We study local computation algorithms (LCA) for maximum matching. An LCA does not return its output entirely, but reveals parts of it upon query. For matchings, each query is a vertex $v$; the LCA should return whether $v$ is matched -- and if so to which neighbor -- while spending a small time per query. In this paper, we prove that any LCA that computes a matching that is at most an additive of $\epsilon n$ smaller than the maximum matching in $n$-vertex graphs of maximum degree $\Delta$ must take at least $\Delta^{\Omega(1/\varepsilon)}$ time. This comes close to the existing upper bounds that take $(\Delta/\epsilon)^{O(1/\epsilon^2)} polylog(n)$ time. In terms of sublinear time algorithms, our techniques imply that any algorithm that estimates the size of maximum matching up to an additive error of $\epsilon n$ must take $\Delta^{\Omega(1/\epsilon)}$ time. This negatively resolves a decade old open problem of the area (see Open Problem 39 of sublinear.info) on whether such estimates can be achieved in $poly(\Delta/\epsilon)$ time.

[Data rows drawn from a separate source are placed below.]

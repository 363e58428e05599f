import type { Channels } from '../model.ts';
import { curvatureOf, fitEvenLine } from './evenLine.ts';
import type { EvenLine } from './evenLine.ts';
import type { Positions } from './freshPositions.ts';
import { geometryOfLine } from './pathGeometry.ts';
import { trackOnPath } from './trackOnPath.ts';
import { wayAlong, wayAt } from './wayAlong.ts';

/** A stretch of the run between two crossings. */
export interface Stretch {
	startS: number;
	endS: number;
}

/**
 * How much a path's sharpness changes from metre to metre, as the variance of the third derivative, 1/m⁴. With a position noise σ a
 * smoothing of σ²/q balances noise against corners that are cut: 0.3 m at 60 Hz leaves 25 m of detail. Four times more lets noise
 * grow corners of its own, four times less rounds hairpins off.
 */
const SHARPNESS_VARIANCE = 4e-6;
/**
 * Least smoothing, in squared metres of position error that count as nothing: leaves about 10 m of detail at 50 Hz. Lower it and
 * steering corrections on a straight show up as bends.
 */
export const LEAST_SMOOTHING = 50;
/** Lap ends are blended over this way before and behind the line, because the line is not crossed at the same place across. */
const BLEND_M = 60;
/** Time before and behind a lap in which that way is looked for. */
const MARGIN_S = 15;
/** With less way than this beyond the lap's ends the gap is closed by a slow drift over the whole lap. */
const LEAST_BLEND_M = 5;

/** Smoothing for positions of this noise, see `smoothScattered`. */
export function smoothingFor(noiseM: number): number {
	return Math.max(LEAST_SMOOTHING, (noiseM * noiseM) / SHARPNESS_VARIANCE);
}

/**
 * The closed line that one or several laps drove, from line to line. The first lap gives the shape; all of them are then laid on it
 * and averaged, each with a weight that fades over the lap's ends.
 *
 * @param laps at least one; the first is the one to stand on
 */
export function closedLine(positions: Positions, channels: Channels, laps: Stretch[]): EvenLine {
	const lambda = smoothingFor(positions.noiseM);
	const points = laps.map((lap) => lapPoints(positions, channels, lap));
	let line = fitEvenLine({ ...points[0], closed: true }, lambda);
	// twice: places along the first fit are as good as the way driven, along the second as good as the line
	for (let pass = 0; pass < 2; pass++) line = refit(line, points, channels, lambda);
	return line;
}

/** A lap's positions with what it drove before and behind it. */
interface LapPoints extends Positions {
	/** way from the lap's start, m; negative before it */
	atM: Float64Array;
	weights: Float64Array;
	lengthM: number;
}

/** Positions of a lap with what it drove before and behind it, by way from its start. */
function lapPoints(positions: Positions, channels: Channels, lap: Stretch): LapPoints {
	const around = within(positions, channels, lap, MARGIN_S);
	const { sample } = around;
	const way = wayAlong(around, channels);
	const startM = wayAt(around, channels, way, lap.startS);
	const endM = wayAt(around, channels, way, lap.endS);
	const lengthM = endM - startM;
	const reach = Math.min(BLEND_M, lengthM / 8);
	let from = 0;
	while (from < sample.length - 1 && way[from] < startM - reach) from++;
	let to = sample.length - 1;
	while (to > from && way[to] > endM + reach) to--;
	const blend = Math.min(startM - way[from], way[to] - endM, reach);
	const drift = blend < LEAST_BLEND_M;
	if (drift) {
		while (way[from] < startM - 1e-6) from++;
		while (way[to] > endM + 1e-6) to--;
	}
	const count = to - from + 1;
	const points: LapPoints = {
		...positions,
		sample: sample.subarray(from, to + 1),
		xM: around.xM.slice(from, to + 1),
		yM: around.yM.slice(from, to + 1),
		atM: new Float64Array(count),
		weights: new Float64Array(count).fill(1),
		lengthM
	};
	// of the gap only what lies across counts; along it is the way between the last and the first position
	const { xM: x, yM: y } = points;
	const [acrossX, acrossY] = drift
		? across(x[count - 1] - x[0], y[count - 1] - y[0], x[1] - x[0], y[1] - y[0])
		: [0, 0];
	for (let k = 0; k < count; k++) {
		const at = way[from + k] - startM;
		points.atM[k] = at;
		if (drift) {
			const share = at / lengthM - 0.5;
			x[k] -= acrossX * share;
			y[k] -= acrossY * share;
		} else points.weights[k] = fade(at, blend) - fade(at - lengthM, blend);
	}
	return points;
}

/** The positions from some time before a stretch to some time behind it. */
export function within(
	positions: Positions,
	{ timeS }: Channels,
	{ startS, endS }: Stretch,
	marginS: number
): Positions {
	const { sample } = positions;
	let from = 0;
	while (from < sample.length - 2 && timeS[sample[from]] < startS - marginS) from++;
	let to = sample.length;
	while (to > from + 2 && timeS[sample[to - 1]] > endS + marginS) to--;
	return {
		...positions,
		sample: sample.subarray(from, to),
		xM: positions.xM.subarray(from, to),
		yM: positions.yM.subarray(from, to)
	};
}

/** 0 before −blend, 1 behind +blend, smooth between. */
function fade(at: number, blend: number): number {
	const share = Math.min(Math.max((at + blend) / (2 * blend), 0), 1);
	return share * share * (3 - 2 * share);
}

function across(x: number, y: number, alongX: number, alongY: number): [number, number] {
	const size = Math.hypot(alongX, alongY) || 1;
	const along = (x * alongX + y * alongY) / size;
	return [x - (along * alongX) / size, y - (along * alongY) / size];
}

/** Lays laps on a line and fits it anew. */
function refit(line: EvenLine, laps: LapPoints[], channels: Channels, lambda: number): EvenLine {
	const geometry = geometryOfLine(line, curvatureOf(line));
	const total = laps.reduce((sum, lap) => sum + lap.sample.length, 0);
	const atM = new Float64Array(total);
	const xM = new Float64Array(total);
	const yM = new Float64Array(total);
	const weights = new Float64Array(total);
	let count = 0;
	for (const lap of laps) {
		const { placeM } = trackOnPath(lap, channels, geometry);
		for (let k = 0; k < placeM.length; k++) {
			if (Number.isNaN(placeM[k])) continue;
			atM[count] = placeM[k];
			xM[count] = lap.xM[k];
			yM[count] = lap.yM[k];
			weights[count++] = lap.weights[k];
		}
	}
	return fitEvenLine(
		{
			atM: atM.subarray(0, count),
			xM: xM.subarray(0, count),
			yM: yM.subarray(0, count),
			weights: weights.subarray(0, count),
			lengthM: line.lengthM,
			closed: true
		},
		lambda
	);
}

翻译：我们研究最大匹配的局部计算算法（LCA）。LCA不一次性返回完整输出，而是根据查询逐步揭示部分内容。对于匹配问题，每个查询对应一个顶点$v$；LCA需返回该顶点是否被匹配——若匹配，还需指出其匹配的邻居——同时保证每次查询的耗时极小。本文证明：对于最大度为$\Delta$的$n$顶点图，任何能够计算与最大匹配相差至多$\epsilon n$（加法误差）的匹配的LCA，其单次查询时间至少为$\Delta^{\Omega(1/\varepsilon)}$。这一结果逼近现有上界$(\Delta/\epsilon)^{O(1/\epsilon^2)} polylog(n)$。在亚线性时间算法方面，我们的技术表明：任何能够以加法误差$\epsilon n$估计最大匹配大小的算法，其运行时间至少为$\Delta^{\Omega(1/\epsilon)}$。这否定了该领域一个悬而未决十余年的公开问题（见sublinear.info的开放问题39），即是否可以在$poly(\Delta/\epsilon)$时间内完成此类估计。